Picture by Sam Willis, Pexels

I’m sometimes bemused to have a new client effectively apologise in advance for wasting my time over what they class as a minor matter, although it is of great consequence to them personally. My response is always the same – any client who will pay my fee is certainly not wasting my time.

I finished one of those ‘little cases’ this week after what turned out to be a two-year war of attrition.

My clients were a pleasant, courteous mature-aged couple, both of whom had spent their lives working in the airline industry. The husband was a retired airline captain, and his wife had spent about 30 years as a flight attendant and airline administrator. They were flying business-class on an international flight when they incurred the wrath of several indignant young flight crew members.

It all began when the couple first boarded the plane and the wife was told by a stewardess to turn her phone off. As she struggled with the ‘close down’ process on her digital mobile phone, the young attendant perceived she was not obeying the direction quickly enough, and remonstrated with her accordingly. The plane was delayed on the tarmac before take-off, so consequently the seatbelt sign was still on nearly an hour after the couple had boarded. When the wife, who suffered from a weak bladder condition, left her seat and approached the galley to ask if she could use the toilets urgently, she was treated as a troublemaker and tersely directed to sit down.

Once the flight was under way, husband and wife repaired to the business-class bar, where they chatted with other passengers. The bar was mostly unattended by flight staff, but eventually a young stewardess came into the bar and announced, somewhat abrasively according to my clients, that the passengers were not entitled to pour their own alcoholic drinks. When the husband chipped the stewardess about discourteous behaviour, the flight manager personally fronted the husband and apologised for the young lady’s behaviour. Incident over, and the flight proceeded uneventfully from there.
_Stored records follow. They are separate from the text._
"""The fits against the CLI's JSON (`strewn fit ... --format json`) on the bundled field data
(shapes/field_data/lane_marks.csv) and on counts and censored data: same fields, same values
(the same engine functions on the same numbers, so equal to the last bit, allowed 1e-13
relative for the decimal round trip of the JSON)."""
import csv
import math

import numpy as np
import pytest

import strewn


def read_groups(path):
    """Points per group and their file line numbers (as the CLI numbers rows), aim from '# aim'."""
    groups, rows, aim = {}, {}, None
    with open(path) as f:
        lines = f.read().splitlines()
    header = None
    for number, line in enumerate(lines, start=1):
        if line.startswith("#"):
            if line.replace(" ", "").startswith("#aim="):
                aim = tuple(float(v) for v in line.split("=", 1)[1].split(","))
            continue
        cells = next(csv.reader([line]))
        if header is None:
            header = cells
            continue
        row = dict(zip(header, cells))
        g = row.get("group", "")
        groups.setdefault(g, []).append((float(row["x"]), float(row["y"])))
        rows.setdefault(g, []).append(number)
    return {g: np.array(p) for g, p in groups.items()}, rows, aim


def same(a, b, path=""):
    """Recursive comparison of the CLI's JSON value a with the module's value b."""
    if isinstance(a, dict):
        for k, v in a.items():
            same(v, b[k], f"{path}.{k}")
    elif isinstance(a, list):
        assert len(a) == len(b), path
        for k, (x, y) in enumerate(zip(a, b)):
            same(x, y, f"{path}[{k}]")
    elif isinstance(a, float) or isinstance(b, float):
        assert a is not None and b is not None, (path, a, b)
        assert math.isclose(a, b, rel_tol=1e-13, abs_tol=1e-300), (path, a, b)
    else:
        assert a == b, (path, a, b)


def test_fit_impacts_matches_the_cli(cli_json, source_dir):
    data = source_dir / "shapes/field_data/lane_marks.csv"
    groups, rows, aim = read_groups(data)
    cli = cli_json("fit", data)
    assert sorted(g["group"] for g in cli["groups"]) == sorted(groups)
    for g in cli["groups"]:
        name = g.pop("group")
        fit = strewn.fit_impacts(groups[name], aim=aim, confidence=cli["confidence"])
        # The CLI names outliers by file line; the module by index into xy (and i + 1).
        assert [rows[name][i] for i in fit.outliers] == g.pop("outlier_rows")
        # The Student-t fit: strewn.fit_student_t with the command's defaults (replicates, seed)
        # gives the group's "student_t" object (test_student_t_fit_matches_the_cli); the model
        # comparison and the written model are the command's.
        for key in ("student_t", "student_t_skipped", "comparison", "written"):
            g.pop(key, None)
        same(g, fit.to_dict())
        assert fit.model.axes == pytest.approx((fit.sigma_major, fit.sigma_minor, fit.angle_deg), rel=1e-12)
        assert fit.design_model.axes[0] == pytest.approx(fit.sigma_major * fit.design_factor, rel=1e-12)


def test_student_t_fit_matches_the_cli(cli_json, source_dir):
    data = source_dir / "shapes/field_data/lane_marks.csv"
    groups, _, _ = read_groups(data)
    cli = cli_json("fit", data, "--student-t")
    fitted = 0
    for g in cli["groups"]:
        if g["student_t"] is None:  # the command reports a t the data cannot support; so does the module
            with pytest.raises(strewn.InputError):
                strewn.fit_student_t(groups[g["group"]], confidence=cli["confidence"])
            continue
        fit = strewn.fit_student_t(groups[g["group"]], confidence=cli["confidence"])
        same(g["student_t"], fit.to_dict())
        assert fit.n == g["n"] and fit.bootstrap_replicates > 0
        # The model carries the fit: its family, nu and scale matrix.
        assert (fit.model.family, fit.model.nu) == ("student_t", fit.nu)
        assert np.allclose(fit.model.cov, fit.scale, rtol=1e-12, atol=0)
        fitted += 1
    assert fitted > 0


def test_student_t_fit_refuses_too_few_impacts_and_takes_zero_replicates():
    rng = np.random.default_rng(5)
    with pytest.raises(strewn.InputError, match="impacts"):
        strewn.fit_student_t(rng.normal(size=(5, 2)))
    point = strewn.fit_student_t(rng.standard_t(4, size=(60, 2)), bootstrap_replicates=0)
    assert point.bootstrap_replicates == 0 and 1.0 <= point.nu <= 100.0
    with pytest.raises(strewn.InputError, match="bootstrap_replicates"):
        strewn.fit_student_t(rng.normal(size=(50, 2)), bootstrap_replicates=-3)


@pytest.mark.parametrize("k,n,radius", [(41, 60, 0.3), (12, 12, 0.5), (1, 30, 2.0)])
def test_fit_counts_matches_the_cli(cli_json, k, n, radius):
    cli = cli_json("fit", "--counts", k, n, "--radius", radius, "--aim", 0, 6)
    fit = strewn.fit_counts(k, n, radius)
    same(cli["counts"], fit.to_dict())
    assert (fit.sigma is None) == (k == n)


def test_fit_censored_matches_the_cli(cli_json, source_dir, tmp_path):
    groups, _, aim = read_groups(source_dir / "shapes/field_data/lane_marks.csv")
    points = groups["league thrower"]
    data = tmp_path / "league.csv"
    data.write_text("# aim = 0, 6\nx,y\n" + "".join(f"{x!r},{y!r}\n" for x, y in points))
    cli = cli_json("fit", data, "--outside", 3, "--radius", 2.5)
    # Radii as the CLI takes them: |p - aim| = sqrt(dx^2 + dy^2).
    radii = [math.sqrt((x - aim[0]) ** 2 + (y - aim[1]) ** 2) for x, y in points]
    fit = strewn.fit_censored(radii, outside=3, radius=2.5)
    same(cli["censored"], fit.to_dict())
However, unbeknownst to my clients, after the flight reached its final destination the stewardess and some of her co-workers lodged formal complaints against both husband and wife, alleging each of them had disobeyed a lawful direction. The charge was that the wife had disobeyed the seatbelt sign by getting out of her seat, which she readily conceded she had, but only because she was desperate to use the toilet. The husband, it was claimed, had disobeyed the stewardess’s direction by pouring himself an alcoholic drink at the bar, which he flatly and consistently denied.

Sound like a storm in a teacup? You’d think so, wouldn’t you. But the flight crew were expressing outrage that they had been disrespected, and both of my clients were equally affronted to have such allegations made about them after a lifetime of distinguished service in the airline industry.

After a 12 month investigation during which my clients made three separate statements answering the allegations, and produced a swathe of effusive personal references attesting to their impeccable character and record in the airline industry, both husband and wife were charged with breaches of the Civil Aviation Act. They could have paid a minor fine and disposed of it then and there, but they saw it as a hurtful and unjust slur on their reputation, and the battle lines were quickly drawn.

This week, after a four-day trial in the Magistrates Court both of my clients were finally vindicated. The charges against them were dismissed by the magistrate, they were both discharged, and in each case the prosecution was ordered to pay their legal costs.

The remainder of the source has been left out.